布施とDezzy氏によるウエアのデザインミーティングの様子
布施のプロ活動20周年を記念して野沢でイベントを開催した時の写真。ウエア開発に携わったデザイナーDezzy氏(右)もこの日を自分ごとのように喜び盛大に盛り上げた。 Photo: BILLABONG
BILLABONGスタッフと一緒にスノーボードをしながら楽しさを分かち合った。このコミュニケーションがあったからこそ今がある。Photo: BILLABONG

今シーズンは自分も今までやったことがないようなことにチャレンジしていく予定なんですよね。いろんなスノーボーダーに直接レッスンで教えたりとか、一緒に山に行くツアーみたいなことを計画しています。詳しくはインスタでチェックしてください。あと、LSP! 略さずに言うとライフスタイルプロジェクト。そこに関わってる人たちが、どんなライフスタイルを送っているかっていうのをリアルに伝えられるような動きもしていきたい。

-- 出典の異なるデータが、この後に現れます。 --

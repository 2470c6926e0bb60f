"""neuroyard: benchmark tasks and an honest validation harness for neuroevolution.

The public API, all of it importable from here (``neuroyard.__all__``)::

    import neuroyard

    results = neuroyard.run("neat", ["xor-v2", "parity-v2"], runs=10, seed=1)
    results.runs_table()            # one row per run (a pandas DataFrame with pandas)
    results.generations_table()     # one row per generation, the evolver's statistics too
    neuroyard.compare("neat", "neat@1a2b3c")   # is B better than A?

- **the contract** an evolver is written against: :class:`Network`, :class:`Node`,
  :class:`Connection` (what an evolver hands the harness), :class:`Problem` (what it is
  told at ``start``), :class:`Evaluation` (what ``tell`` receives), :class:`Outcome`
  (what ``stop`` receives), :class:`Evolver` (the methods), :class:`Option` and
  :class:`OptionTable` (declared options, given as keyword arguments of the constructor);
- **tasks**: :class:`Task`, :class:`TaskSpec`, :class:`SuccessCheck`, :class:`Metric`,
  :func:`register`, :func:`make_task`, :func:`list_tasks` (the task package itself is
  ``neuroyard.tasks``, hence not ``tasks()``);
- **running**: :func:`run` (an evolver may be a class defined in your script or notebook),
  :func:`open_store`, :class:`Results`, :class:`RunRecord`, :class:`GenerationLog`,
  :func:`evaluate` and :class:`NetworkEvaluation` (one network on one task);
- **judging**: :func:`compare` (:class:`Comparison`), :func:`baseline` (:class:`Baseline`),
  :func:`check` (:class:`CheckResult`, :class:`Thresholds`) and :func:`check_plan` (what
  a check runs), :func:`verify` (:class:`VerifyResult`: do a store's solved claims hold);
- **errors**: :class:`NeuroyardError` and its subclasses for bad input (one line that says
  what was wrong and where), :class:`InternalError` for a fault of neuroyard itself.

Everything else (``neuroyard.core``, ``neuroyard.execution``, ...) is the machinery under
this front door and may change between releases. Names load on first use, so ``import
neuroyard`` itself is instant and loads neither numpy, numba nor scipy.

Before 0.2 the harness was ``neuroyard.harness``; those import paths are gone.
"""

from __future__ import annotations

import importlib
from typing import Any

# public name -> (module, attribute) it is loaded from on first use
_PUBLIC: dict[str, tuple[str, str]] = {
    **{name: ("neuroyard.core.network", name) for name in ("Network", "Node", "Connection")},
    **{
        name: ("neuroyard.core.evolver", name)
        for name in ("Problem", "Evaluation", "Outcome", "Evolver")
    },
    **{name: ("neuroyard.core.options", name) for name in ("Option", "OptionTable")},
    **{
        name: ("neuroyard.tasks.base", name)
        for name in ("Task", "TaskSpec", "SuccessCheck", "Metric")
    },
    "register": ("neuroyard.tasks.registry", "register"),
    "make_task": ("neuroyard.tasks.registry", "make"),
    "list_tasks": ("neuroyard.tasks.registry", "specs"),
    "run": ("neuroyard.api.campaigns", "run"),
    "open_store": ("neuroyard.api.results", "open_store"),
    "Results": ("neuroyard.api.results", "Results"),
    "RunRecord": ("neuroyard.records.runs", "RunRecord"),
    "GenerationLog": ("neuroyard.records.runs", "GenerationLog"),
    "evaluate": ("neuroyard.execution.evaluation", "evaluate"),
    "NetworkEvaluation": ("neuroyard.execution.evaluation", "NetworkEvaluation"),
    **{
        name: ("neuroyard.api.judging", name)
        for name in ("compare", "baseline", "check", "check_plan", "verify")
    },
    "VerifyResult": ("neuroyard.execution.verification", "VerifyResult"),
    "Comparison": ("neuroyard.reports.compare", "Comparison"),
    "Baseline": ("neuroyard.reports.baseline", "Baseline"),
    "CheckResult": ("neuroyard.reports.baseline", "CheckResult"),
    "Thresholds": ("neuroyard.reports.gate", "Thresholds"),
    **{
        name: ("neuroyard.core.errors", name)
        for name in (
            "NeuroyardError",
            "NetworkError",
            "EvolverError",
            "TaskError",
            "SettingError",
            "StoreError",
        )
    },
    "InternalError": ("neuroyard.execution.crashlog", "InternalError"),
}

__all__ = sorted(_PUBLIC)


def __getattr__(name: str) -> Any:
    if name == "__version__":
        from importlib.metadata import PackageNotFoundError, version

        try:
            found = version("neuroyard")
        except PackageNotFoundError:  # a source tree that was never installed
            found = "0+unknown"
    elif name in _PUBLIC:
        module, attribute = _PUBLIC[name]
        found = getattr(importlib.import_module(module), attribute)
    else:
        raise AttributeError(f"module 'neuroyard' has no attribute {name!r}")
    globals()[name] = found  # loaded once
    return found


def __dir__() -> list[str]:
    return sorted({*globals(), *__all__, "__version__"})
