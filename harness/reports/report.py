"""Reports: per evolver and task, the measured figures beside the published ones.

Rows group runs by evolver (name and configuration), task and task settings. Published
figures (from ``reference/``) are shown next to the measured value of the same metric,
with the ratio measured/published, the figure's source and provenance, and whether the
figure is comparable: measured under the same protocol settings (start angle, population
size, ...). Figures recalled from memory are marked as such and are information only.

Where the paper gives what a test needs, a comparable figure also gets a two-sided p-value
for "the measured and the published runs have the same mean (or success rate)": Welch's
t-test for a mean the paper reports with its standard deviation, run count and failures
(the mean is over solved runs on both sides), Fisher's exact test for failures and success
rates the paper reports with its run count. A small p says the difference is unlikely to be
chance; a large p says only that these runs cannot tell the two apart.
"""

from __future__ import annotations

import json
import math
from collections.abc import Iterable, Mapping, Sequence
from dataclasses import asdict, dataclass, field
from typing import Any

from tabulate import tabulate

from neuroyard.harness.core import jsonsafe
from neuroyard.harness.records.runs import FAILED, RunRecord
from neuroyard.harness.reports.stats import GroupSummary, fisher_p_value, summarize, welch_p_value
from neuroyard.reference.published import figures_for

FORMATS = ("text", "json", "markdown")
# Metrics that describe the experiment (sample size, population) rather than its outcome:
# shown side by side, never as a ratio.
_SAMPLE_METRICS = ("runs", "population")


@dataclass(frozen=True)
class Comparison:
    """One published value beside the measured value of the same metric."""

    method: str
    metric: str
    published: float
    measured: float | None
    ratio: float | None
    source: str
    provenance: str
    from_memory: bool
    comparable: bool
    mismatches: tuple[str, ...]
    p_value: float | None = None
    test: str = ""


@dataclass(frozen=True)
class ReportRow:
    evolver: str
    config_hash: str
    task: str
    task_settings: dict[str, Any]
    evolver_settings: dict[str, Any]
    summary: GroupSummary
    comparisons: tuple[Comparison, ...] = field(default=())
    # The options given for these runs (``--config`` / ``--param``); every other evolver
    # setting is the evolver's own default.
    evolver_config: dict[str, Any] = field(default_factory=dict)
    # (run index, generations, reason) of every failed run: one that broke, not one that
    # spent its budget unsolved.
    failures: tuple[tuple[int, int, str], ...] = ()

    def to_json(self) -> dict[str, Any]:
        s = self.summary
        row: dict[str, Any] = {
            "evolver": self.evolver,
            "config_hash": self.config_hash,
            "task": self.task,
            "task_settings": self.task_settings,
            "evolver_settings": self.evolver_settings,
            "evolver_config": self.evolver_config,
        }
        row.update({k: v for k, v in asdict(s).items() if k != "success_ci"})
        row["success_ci_low"], row["success_ci_high"] = s.success_ci
        row["published"] = [asdict(c) for c in self.comparisons]
        row["failures"] = [
            {"run_index": i, "generations": g, "reason": reason} for i, g, reason in self.failures
        ]
        return row


def _measured(metric: str, s: GroupSummary, settings: dict[str, Any]) -> float | None:
    if metric == "failures":
        return float(s.runs - s.solved)
    if metric == "population":
        value = settings.get("population_size")
        return float(value) if isinstance(value, int | float) else None
    value = getattr(s, metric, None)
    return float(value) if value is not None else None


def _test(metric: str, published: Mapping[str, float], s: GroupSummary) -> tuple[float | None, str]:
    """(p-value, test name) of measured against published for one metric; (None, "") when
    the paper does not give what the test needs."""
    runs = published.get("runs")
    if runs is None:
        return None, ""
    if metric in ("failures", "success_rate"):
        solved = runs - published["failures"] if metric == "failures" else published[metric] * runs
        return fisher_p_value(s.solved, s.runs, round(solved), int(runs)), "Fisher exact"
    sd_key = "sd_" + metric.removeprefix("mean_")
    if not metric.startswith("mean_") or sd_key not in published or "failures" not in published:
        return None, ""
    mean, sd = getattr(s, metric, None), getattr(s, sd_key, None)
    if mean is None or sd is None:
        return None, ""
    solved_published = int(runs - published["failures"])
    p = welch_p_value(mean, sd, s.solved, published[metric], published[sd_key], solved_published)
    return p, "Welch t" if p is not None else ""


def _comparisons(records: Sequence[RunRecord], s: GroupSummary) -> tuple[Comparison, ...]:
    first = records[0]
    out = []
    for fig in figures_for(first.task):
        if fig.compare_with != first.evolver:
            continue
        mismatches = tuple(fig.mismatches(first.task_settings, first.evolver_settings))
        for metric, published in fig.values.items():
            measured = _measured(metric, s, first.evolver_settings)
            ratio = (
                measured / published
                if measured is not None and published and metric not in _SAMPLE_METRICS
                else None
            )
            p_value, test = _test(metric, fig.values, s) if not mismatches else (None, "")
            out.append(
                Comparison(
                    method=fig.method,
                    metric=metric,
                    published=published,
                    measured=measured,
                    ratio=ratio,
                    source=fig.source,
                    provenance=fig.provenance,
                    from_memory=fig.from_memory,
                    comparable=not mismatches,
                    mismatches=mismatches,
                    p_value=p_value,
                    test=test,
                )
            )
    return tuple(out)


def build(records: Iterable[RunRecord]) -> list[ReportRow]:
    """Group records and summarise each group (stable order: evolver, task)."""
    groups: dict[tuple[str, str, str, str], list[RunRecord]] = {}
    for r in records:
        key = (r.evolver, r.config_hash, r.task, json.dumps(r.task_settings, sort_keys=True))
        groups.setdefault(key, []).append(r)
    rows = []
    for (evolver, config_hash, task, _), group in sorted(groups.items()):
        summary = summarize(group)
        rows.append(
            ReportRow(
                evolver,
                config_hash,
                task,
                group[0].task_settings,
                group[0].evolver_settings or group[0].config,
                summary,
                _comparisons(group, summary),
                dict(group[0].config),
                tuple(
                    (r.run_index, r.generations, r.failure or "")
                    for r in group
                    if r.status == FAILED
                ),
            )
        )
    return rows


def _num(x: float | None, digits: int = 1) -> str:
    if x is None:
        return "-"
    if math.isinf(x):
        return "inf"
    return f"{x:,.{digits}f}" if digits else f"{x:,.0f}"


def _main_table(rows: Sequence[ReportRow], fmt: str) -> str:
    labels = {(r.evolver, r.config_hash) for r in rows}
    names = {r.evolver for r in rows}
    multi = len(labels) > len(names)  # same evolver under several configurations
    table = []
    for r in rows:
        s = r.summary
        name = f"{r.evolver} [{r.config_hash[:6]}]" if multi else r.evolver
        table.append(
            [
                name,
                r.task,
                s.runs,
                s.solved,
                s.failed,
                f"{s.success_rate:.0%} ({s.success_ci[0]:.0%}-{s.success_ci[1]:.0%})",
                _num(s.mean_evaluations, 0),
                _num(s.median_evaluations, 0),
                _num(s.ert, 0),
                _num(s.mean_generations),
                _num(s.mean_hidden_nodes, 2),
                _num(s.mean_connections, 2),
            ]
        )
    head = [
        "evolver",
        "task",
        "runs",
        "solved",
        "failed",
        "success (95% CI)",
        "mean evals",
        "median evals",
        "ERT",
        "mean gens",
        "hidden",
        "connections",
    ]
    return tabulate(table, head, tablefmt="github" if fmt == "markdown" else "simple")


def _published_table(rows: Sequence[ReportRow], fmt: str) -> str:
    table = []
    for r in rows:
        for c in r.comparisons:
            table.append(
                [
                    r.evolver,
                    r.task,
                    c.method,
                    c.metric,
                    _num(c.measured, 2),
                    _num(c.published, 2),
                    _num(c.ratio, 2) if c.comparable else "-",
                    f"{c.p_value:.2g} ({c.test})" if c.p_value is not None else "-",
                    c.provenance + (" (from memory)" if c.from_memory else ""),
                    "yes" if c.comparable else "no: " + "; ".join(c.mismatches),
                    c.source,
                ]
            )
    if not table:
        return ""
    head = [
        "evolver",
        "task",
        "method",
        "metric",
        "measured",
        "published",
        "ratio",
        "p (test)",
        "provenance",
        "comparable",
        "source",
    ]
    return tabulate(table, head, tablefmt="github" if fmt == "markdown" else "simple")


def _failures_table(rows: Sequence[ReportRow], fmt: str) -> str:
    table = [
        [r.evolver, r.task, index, generations, reason]
        for r in rows
        for index, generations, reason in r.failures
    ]
    if not table:
        return ""
    head = ["evolver", "task", "run", "generations", "reason"]
    return tabulate(table, head, tablefmt="github" if fmt == "markdown" else "simple")


def _settings_lines(rows: Sequence[ReportRow], fmt: str) -> list[str]:
    """Every distinct task and evolver setting the rows were measured under.

    Evolver options given for the runs are listed apart from the evolver's defaults, so a
    reader sees at once which settings were chosen away from them.
    """
    bullet = "- " if fmt == "markdown" else "  "
    seen: dict[str, str] = {}
    for r in rows:
        seen.setdefault(f"task {r.task}: {_joined(r.task_settings)}", "")
        given = {k: r.evolver_settings.get(k, v) for k, v in r.evolver_config.items()}
        defaults = {k: v for k, v in r.evolver_settings.items() if k not in given}
        parts = [f"set for these runs: {_joined(given)}"] if given else []
        if defaults:
            parts.append(f"the evolver's defaults: {_joined(defaults)}")
        elif not given:
            parts.append("the evolver's defaults (it reports no settings)")
        seen.setdefault(f"evolver {r.evolver} [{r.config_hash[:6]}]: {'; '.join(parts)}", "")
    return [bullet + line for line in seen]


def _joined(settings: Mapping[str, Any]) -> str:
    return ", ".join(f"{k}={_setting(v)}" for k, v in sorted(settings.items())) or "none"


def _setting(value: Any) -> str:
    return f"{value:.6g}" if isinstance(value, float) else str(value)


def render(rows: Sequence[ReportRow], fmt: str = "text") -> str:
    """The report as text (aligned tables), markdown (GitHub tables) or JSON (a list of rows)."""
    if fmt == "json":
        return jsonsafe.dumps([r.to_json() for r in rows], indent=2)
    if not rows:
        return "no runs in the store"
    parts = [_main_table(rows, fmt)]
    failures = _failures_table(rows, fmt)
    if failures:
        title = "Failed runs (the run broke; an unsolved run spent its budget and is not listed)"
        parts += ["", f"### {title}" if fmt == "markdown" else title, "", failures]
    published = _published_table(rows, fmt)
    if published:
        title = "Published figures beside measured values (ratio = measured / published)"
        parts += ["", f"### {title}" if fmt == "markdown" else title, "", published]
    title = "Settings the runs were measured under"
    parts += ["", f"### {title}" if fmt == "markdown" else title + ":", *_settings_lines(rows, fmt)]
    notes = (
        "Evaluations, generations and sizes are over solved runs; success rate and ERT count "
        "every run (ERT = all evaluations / solved runs). failed: runs that broke (the evolver "
        'raised, hung, died or broke the contract), listed with their reasons under "Failed '
        'runs" when there are any, counted as not solved; the other unsolved runs spent '
        "their budget. p: two-sided p-value that the "
        "measured and the published runs have the same mean (Welch's t-test) or the same "
        "success rate (Fisher's exact test), where the paper gives the run "
        "count and spread the test needs."
    )
    parts += ["", notes]
    return "\n".join(parts)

ただ、いい滑りや、いい場所を見せるだけじゃなくて、自分の芯を崩さないで自分のスタイルを貫いていきたいと思ってます。これからも何をするにもアツくやっていきますよ。自分はそうしないと気が済まないタイプだから」

これからも自分のスタイルを貫きながらBILLABONGウエアとともに新たなシーンをリードしていく。